1. A method for intelligent train meeting scheduling in a tunnel under separate maintenance, characterized in that, The method includes: Initiate the meeting dispatch command and collect M images from M locations within the target tunnel, where M is an integer greater than 1; The M images are preprocessed and their features are analyzed to obtain N target images containing vehicles. The N travel directions and N position information of the vehicles in the N target images are then analyzed and obtained, where N is an integer greater than 1 and less than or equal to M. Determine whether the N directions of travel are consistent. If they are, end the meeting dispatch instruction. If not, perform feature analysis based on the N target images to obtain N identification information of the vehicles in the N target images. Input the information into the meeting dispatch database for retrieval to obtain N vehicle feature sets. Each vehicle feature set includes speed level, task level, flexibility level, and parking difficulty level. Based on the N location information and the coordinate set of multiple meeting points within the target tunnel, the N meeting distances between the vehicle and the adjacent meeting points in the N target images are calculated. Using the N vehicle feature sets and N meeting distances, a meeting information matrix is ​​constructed and normalized to a standard information matrix, and N scheduling priority coefficients are calculated. Based on the N travel directions, cluster analysis is performed on the vehicles in the N target images, and forward scheduling priority coefficients and reverse scheduling priority coefficients are calculated. Vehicles in the direction with the smaller forward scheduling priority coefficient and reverse scheduling priority coefficient are scheduled.

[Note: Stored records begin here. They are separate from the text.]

# SPDX-License-Identifier: BSD-3-Clause
"""The wheel without the moving mass."""

from __future__ import annotations

from dataclasses import dataclass

from rotorpump.quantities import finite, non_negative, positive


@dataclass(frozen=True)
class Wheel:
    """A wheel on a horizontal axle, balanced unless an unbalance is given.

    Parameters
    ----------
    inertia : float
        Moment of inertia about the axle without the moving mass [kg m2].
    mass : float, optional
        Mass that the axle carries without the moving mass [kg].
    unbalance : float, optional
        Unbalance of the wheel, mass times radius [kg m].
    unbalance_angle : float, optional
        Direction of the unbalance in the wheel, counter-clockwise from the radial axis [rad].

    Raises
    ------
    InputError
        If the inertia is not positive, a mass is negative, or the angle is not finite.
    """

    inertia: float
    mass: float = 0.0
    unbalance: float = 0.0
    unbalance_angle: float = 0.0

    def __post_init__(self) -> None:
        object.__setattr__(self, "inertia", positive("inertia", self.inertia))
        object.__setattr__(self, "mass", non_negative("mass", self.mass))
        object.__setattr__(self, "unbalance", non_negative("unbalance", self.unbalance))
        object.__setattr__(self, "unbalance_angle", finite("unbalance_angle", self.unbalance_angle))
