# SPDX-License-Identifier: BSD-3-Clause
"""A slide with its drive and end stops."""

from __future__ import annotations

import math
from dataclasses import dataclass

from rotorpump.quantities import choice, interval, limit

END_STOPS = ("bear", "avoid")


@dataclass(frozen=True)
class Slide:
    """A straight slide fixed to the wheel, the drive that moves the mass along it, its end stops.

    Parameters
    ----------
    stroke : tuple of float
        Lowest and highest position of the mass [m].
    speed : float, optional
        Largest speed of the mass along the slide [m/s]; infinite without a limit.
    force : float, optional
        Largest force of the drive on the mass, in either direction [N]; infinite without a limit.
    end_stops : {"bear", "avoid"}, optional
        Whether a resting mass may lean on an end stop ("bear"), or the drive has to carry it
        everywhere ("avoid"). A stop never brakes a moving mass.

    Raises
    ------
    InputError
        If a value is out of its range.
    """

    stroke: tuple[float, float]
    speed: float = math.inf
    force: float = math.inf
    end_stops: str = "bear"

    def __post_init__(self) -> None:
        object.__setattr__(self, "stroke", interval("stroke", self.stroke))
        object.__setattr__(self, "speed", limit("speed", self.speed))
        object.__setattr__(self, "force", limit("force", self.force))
        choice("end_stops", self.end_stops, END_STOPS)

    @property
    def length(self) -> float:
        """Length of the stroke [m]."""
        return self.stroke[1] - self.stroke[0]

    @property
    def bearing(self) -> bool:
        """Whether a resting mass may lean on the end stops."""
        return self.end_stops == "bear"
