# SPDX-License-Identifier: BSD-3-Clause
"""The whole rig: wheel, moving mass, slide, axle friction, gravity."""

from __future__ import annotations

import math
from dataclasses import dataclass

from rotorpump.quantities import instance, positive
from rotorpump.rig.friction import AxleFriction
from rotorpump.rig.slide import Slide
from rotorpump.rig.wheel import Wheel

STANDARD_GRAVITY = 9.80665


@dataclass(frozen=True)
class Rig:
    """A wheel that is spun up by a mass moving along a radial slide.

    Parameters
    ----------
    wheel : Wheel
        The wheel without the moving mass.
    mass : float
        The moving mass [kg].
    radial : Slide
        The radial slide; its stroke counts from the axle.
    friction : AxleFriction
        Friction of the axle.
    gravity : float, optional
        Gravity in the plane of the wheel [m/s2]; on an inclined plane, 9.80665 times the sine of
        the slope.

    Raises
    ------
    InputError
        If a part is of the wrong kind or a value is out of its range.
    """

    wheel: Wheel
    mass: float
    radial: Slide
    friction: AxleFriction
    gravity: float = STANDARD_GRAVITY

    def __post_init__(self) -> None:
        instance("wheel", self.wheel, Wheel)
        instance("radial", self.radial, Slide)
        instance("friction", self.friction, AxleFriction)
        object.__setattr__(self, "mass", positive("mass", self.mass))
        object.__setattr__(self, "gravity", positive("gravity", self.gravity))

    def inertia(self, radial: float) -> float:
        """Moment of inertia about the axle with the mass at ``radial`` [kg m2]."""
        return self.wheel.inertia + self.mass * radial**2

    @property
    def pendulum_period(self) -> float:
        """Period of small swings with the mass at the outer end [s]."""
        outer = self.radial.stroke[1]
        return float(
            2.0 * math.pi * (self.inertia(outer) / (self.mass * self.gravity * outer)) ** 0.5
        )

2. The method according to claim 1, characterized in that, Preprocessing and image feature analysis are performed on the M images to obtain N target images containing vehicles, including: The M images are denoised and converted to grayscale to obtain M grayscale images; Calculate the average grayscale value within the M grayscale images, and determine whether it is greater than the grayscale threshold. If it is, determine that a vehicle exists; otherwise, determine that no vehicle exists, and obtain the N target images containing the vehicle.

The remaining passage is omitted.